Sharks, Ladyfish, Stingray, and Hardheads were about, but I did bring home two Pompano, a Redfish, and two Whiting. The grass was minimal.


----------



## sbrettphill (Aug 21, 2016)

Good news on the grass and nice catch brownfisher. I’ve noticed that you often have a red fish with your mixed batch from the surf.


----------



## SurfFishingMeister (Aug 18, 2015)

Very nice fish!


----------



## Yakcraz (Sep 19, 2017)

Nice!!! Good to see there’s a few reds in the surf!!!


----------



## Brownfisher (May 11, 2015)

sbrettphill said:


> Good news on the grass and nice catch brownfisher.
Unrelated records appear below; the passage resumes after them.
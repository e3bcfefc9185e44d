"""What a page is made of: sections with text, tables and figures."""

from __future__ import annotations

import csv
import io
from collections.abc import Sequence
from dataclasses import dataclass
from typing import Any, Literal

from unturn.report.content import Shown
from unturn.verdicts.writers import csv_field

Tone = Literal["", "good", "open", "bad"]


@dataclass(frozen=True)
class Cell:
    """A cell of a table: what is shown, the value behind it for CSV (None: the text), and how it weighs."""

    text: str
    value: Any = None
    tone: Tone = ""


@dataclass(frozen=True)
class Table:
    """A table; the first cell of each row is its heading, `numeric` are the columns that stand to the right.

    `name` is that of its CSV file.
    """

    name: str
    caption: str
    head: Sequence[str]
    rows: Sequence[Sequence[Cell]]
    numeric: frozenset[int] = frozenset()
    kind: Literal["table"] = "table"


@dataclass(frozen=True)
class Said:
    """Sentences, each a paragraph or an entry of a list."""

    sentences: Sequence[str]
    kind: Literal["text", "list", "warning"] = "text"


@dataclass(frozen=True)
class Terms:
    """Names and what stands for each."""

    rows: Sequence[tuple[str, str]]
    kind: Literal["terms"] = "terms"


@dataclass(frozen=True)
class Outcome:
    """Verdicts in a few words: what, the word, a tone, one sentence."""

    rows: Sequence[tuple[str, str, Tone, str]]
    kind: Literal["outcome"] = "outcome"


@dataclass(frozen=True)
class Figures:
    """Images with captions: each for itself, small ones beside each other, or wide ones where the screen has room."""

    images: Sequence[Shown]
    layout: Literal["each", "small", "wide"] = "each"
    kind: Literal["figures"] = "figures"


Part = Table | Said | Terms | Outcome | Figures


@dataclass(frozen=True)
class Section:
    """A section: a name for links, its heading, what it holds."""

    name: str
    heading: str
    parts: Sequence[Part]


def table_csv(table: Table) -> str:
    """Return a table as CSV (RFC 4180): values with every digit where there are any, else the text."""
    out = io.StringIO()
    writer = csv.writer(out)
    writer.writerow(table.head)
    for row in table.rows:
        writer.writerow([csv_field(cell.text if cell.value is None else cell.value) for cell in row])
    return out.getvalue()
I’ve noticed that you often have a red fish with your mixed batch from the surf.


 I do ok with Redfish and Pompano in the surf, but I am weak on Flounder. Hoping to improve.


----------



## Chris V (Oct 18, 2007)

Nice mix bud!

I went out of town to harass fish elsewhere. The grass was atrocious all last week. Glad to hear it's improving.


----------



## Brownfisher (May 11, 2015)

Chris V said:


> Nice mix bud!
> 
> I went out of town to harass fish elsewhere. The grass was atrocious all last week. Glad to hear it's improving.
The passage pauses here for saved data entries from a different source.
"""The plan of a report that was asked for without one, as a text to start from."""

from __future__ import annotations

import json
from collections.abc import Mapping, Sequence
from dataclasses import fields
from pathlib import PurePath
from typing import Any

from unturn.model import Model
from unturn.options import StrainOptions
from unturn.pictures.plan import PLAN_READING_KEYS, SCHEMA
from unturn.summary import mesh_kind
from unturn.verdicts.wording import clean

_NOT_READ = ("measures", "at", "threads", "surface", "borders", "faces", "between_regions")


def plan_text(
    name: str, model: Model, options: StrainOptions, zero_step: int | None, report: Mapping[str, Any]
) -> str:
    """Return a plan, TOML, of what is sensible for a model.

    Parameters
    ----------
    name
        Of the result.
    model
        What it holds.
    options, zero_step
        How it is read.
    report
        Keys of ``[report]`` that were asked for.
    """
    lines = [
        "# Plan of a report (unturn report) and of its pictures (unturn picture --plan).",
        f"schema = {_value(SCHEMA)}",
        f"title = {_value('Strain in ' + clean(PurePath(name).name or 'a result'))}",
        "",
        "[report]",
        *(f"{key} = {_value(value)}" for key, value in report.items()),
        *(['measures = ["strain", "rotation"]'] if _flat(model) else []),
        "",
        "[reading]",
        *(f"{key} = {_value(value)}" for key, value in _reading(options, zero_step).items()),
    ]
    for picture in _pictures(model):
        lines += ["", "[[pictures]]", *(f"{key} = {_value(value)}" for key, value in picture.items())]
    return "\n".join(lines) + "\n"


def _reading(options: StrainOptions, zero_step: int | None) -> dict[str, Any]:
    """Return the keys of the reading that are not as they are without being said."""
    usual, known = StrainOptions(), [key.name for key in PLAN_READING_KEYS]
    found = {
        f.name: getattr(options, f.name)
        for f in fields(options)
        if f.name in known and getattr(options, f.name) != getattr(usual, f.name)
    }
    return {"solve": options.solve, **found, **({} if zero_step is None else {"zero_step": zero_step})}


def _pictures(model: Model) -> Sequence[dict[str, Any]]:
    """Return a whole view and a close-up of the number that matters most, and where the model turns."""
    if _flat(model):
        assert model.plane is not None
        first, second = (f"strain_{'XYZ'[k] * 2}" for k in range(3) if k != model.plane.normal)
        return (
            {"name": "first", "measure": first},
            {"name": "second", "measure": second},
            {"name": "turning", "measure": "rotation_angle"},
        )
    main = "equivalent_strain" if mesh_kind(model) != "line" else "principal_strain_1"
    return (
        {"name": "whole", "measure": main},
        {"name": "peak", "measure": main, "close_up": "largest", "title": "Around the largest value"},
        {"name": "stretch", "measure": "principal_strain_1", "range": "percentile 99.9"},
        {"name": "turning", "measure": "rotation_angle"},
    )


def _flat(model: Model) -> bool:
    """Return whether nothing is known of the direction across a plane mesh."""
    return model.plane is not None and model.plane.model is None


def _value(value: Any) -> str:
    """Return a value as TOML writes it: text with the escapes of JSON, which are those of TOML."""
    if isinstance(value, list | tuple):
        return f"[{', '.join(map(_value, value))}]"
    return json.dumps(value, ensure_ascii=False).replace("\x7f", r"\u007f")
 It has been bad. Still working on my Flounder technique. I think I am a slow learner!


----------



## Chris V (Oct 18, 2007)

Brownfisher said:


> It has been bad. Still working on my Flounder technique. I think I am a slow learner!
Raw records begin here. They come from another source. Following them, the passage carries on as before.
def test_an_array_missing_in_a_step_never_keeps_its_old_value(tmp_path: Path) -> None:
    file = xdmf.open_file(
        index(
            tmp_path,
            temporal(
                grid('<Time Value="0"/>', node_array("u", "1 1 1 1"), node_array("p", "2 2 2 2")),
                grid('<Time Value="1"/>', node_array("u", "3 3 3 3")),
            ),
        )
    )
    assert set(file.read(0).point_data) == {"u", "p"}
    assert set(file.read(1).point_data) == {"u"}


@pytest.mark.parametrize(
    ("time", "expected"),
    [
        (
            '<Time TimeType="List"><DataItem Dimensions="3" Precision="8">0 0.5 4</DataItem></Time>',
            (0.0, 0.5, 4.0),
        ),
        (
            '<Time TimeType="HyperSlab"><DataItem Dimensions="3" Precision="8">1 0.5 3</DataItem></Time>',
            (1.0, 1.5, 2.0),
        ),
        ("", (0.0, 1.0, 2.0)),
    ],
)
def test_times_of_the_whole_series(time: str, expected: tuple[float, ...], tmp_path: Path) -> None:
    file = xdmf.open_file(index(tmp_path, temporal(time, grid(), grid(), grid())))
    assert file.steps == expected
    assert len(file.read(1).notes) == (not time)


def test_steps_in_files_of_their_own(tmp_path: Path) -> None:
    (tmp_path / "parts").mkdir()
    for k in range(2):
        with h5py.File(tmp_path / "parts" / f"{k}.h5", "w") as file:
            file["u"] = np.full(4, float(k))
        part = index(tmp_path / "parts", grid(f'<Time Value="{k}"/>', hdf_array(f"{k}.h5:u", "4")))
        part.rename(tmp_path / "parts" / f"{k}.xdmf")
    includes = [
        f'<xi:include href="parts/{k}.xdmf" xpointer="xpointer(/Xdmf/Domain/Grid)"/>' for k in range(2)
    ]
    series = xdmf.open_file(index(tmp_path, temporal(*includes)))
    assert series.steps == (0.0, 1.0)
    assert series.read(1).point_data["u"].tolist() == [1, 1, 1, 1]


# Several grids


def test_a_spatial_collection_becomes_one_mesh_with_groups(tmp_path: Path) -> None:
    both = node_array("u", "1 2 3 4") + node_array("m", "1 2", "2", center="Cell")
    only = node_array("T", "5 6 7 8")
    other = TRIANGLES.replace("0 0 1 0", "9 0 1 0")
    collection = (
        '<Grid Name="all" GridType="Collection" CollectionType="Spatial">'
        f"{grid(both, name='arm')}{grid(both, only, name='foot', mesh=other)}</Grid>"
    )
    found = read(index(tmp_path, collection))
    assert found.n_points == 8
    assert found.blocks[0].connectivity.tolist() == [*MESH_CELLS, [4, 5, 6], [5, 7, 6]]
    assert {k: v.tolist() for k, v in found.groups.items()} == {"arm": [0, 1], "foot": [2, 3]}
    assert found.point_data["u"].tolist() == [1, 2, 3, 4, 1, 2, 3, 4]
    assert found.cell_data["m"].tolist() == [1, 2, 1, 2]
    assert_bits(found.point_data["T"], np.array([np.nan] * 4 + [5, 6, 7, 8]))
    assert found.notes == ("The point array 'T' is not in every grid: NaN where it is missing.",)
    xdmf.write(found, tmp_path / "out.xdmf")
    assert_same(found, read(tmp_path / "out.xdmf"))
Keep at it!!! You'll get em dialed in.


----------



## SurfFishingMeister (Aug 18, 2015)

Just curious what type of filet knife do you use for the red. I massacred one side because of the giant scales.


----------



## makats (Jul 20, 2014)

SurfFishingMeister said:


> Just curious what type of filet knife do you use for the red. I massacred one side because of the giant scales.


Type of filet knife should not matter, as long as it is sharp. Your knife shouldn't contact the scales, apart from making an entry point, which you do with the tip of the knife anyway. There are plenty of videos on youtube how to properly filet any fish with big scales quickly and without damaging your knifes. But TL;DR is to make an entry point either near the first fin by the head, or on near the dorsal fin, and then just make first few cuts with your knife facing up from the inside. This way you will not have to be cutting through scales, but just the skin, and the scales will just come apart as soon as you cut through the skin from the inside.


----------



## Brownfisher (May 11, 2015)

makats said:


> SurfFishingMeister said:
> 
> 
> > Just curious what type of filet knife do you use for the red. I massacred one side because of the giant scales.
> ...


 I agree with the previous advice. I did learn recently to start the filet cut with the knife tip straight down beside the dorsal fin. There is a vent there that allows you to start the filet without hacking through the scales. For me, there is still the tough job of getting through the rib bones, but that alleviates cutting through scales except for getting the head off. On big Redfish, I actually use a handsaw to cut through the backbone. I bet a surgical saw would be the trick, but would also guess they might be pricey!


----------



## SurfFishingMeister (Aug 18, 2015)

Thanks I bet I was tangled up in rib bones more than scales! Great tips!


----------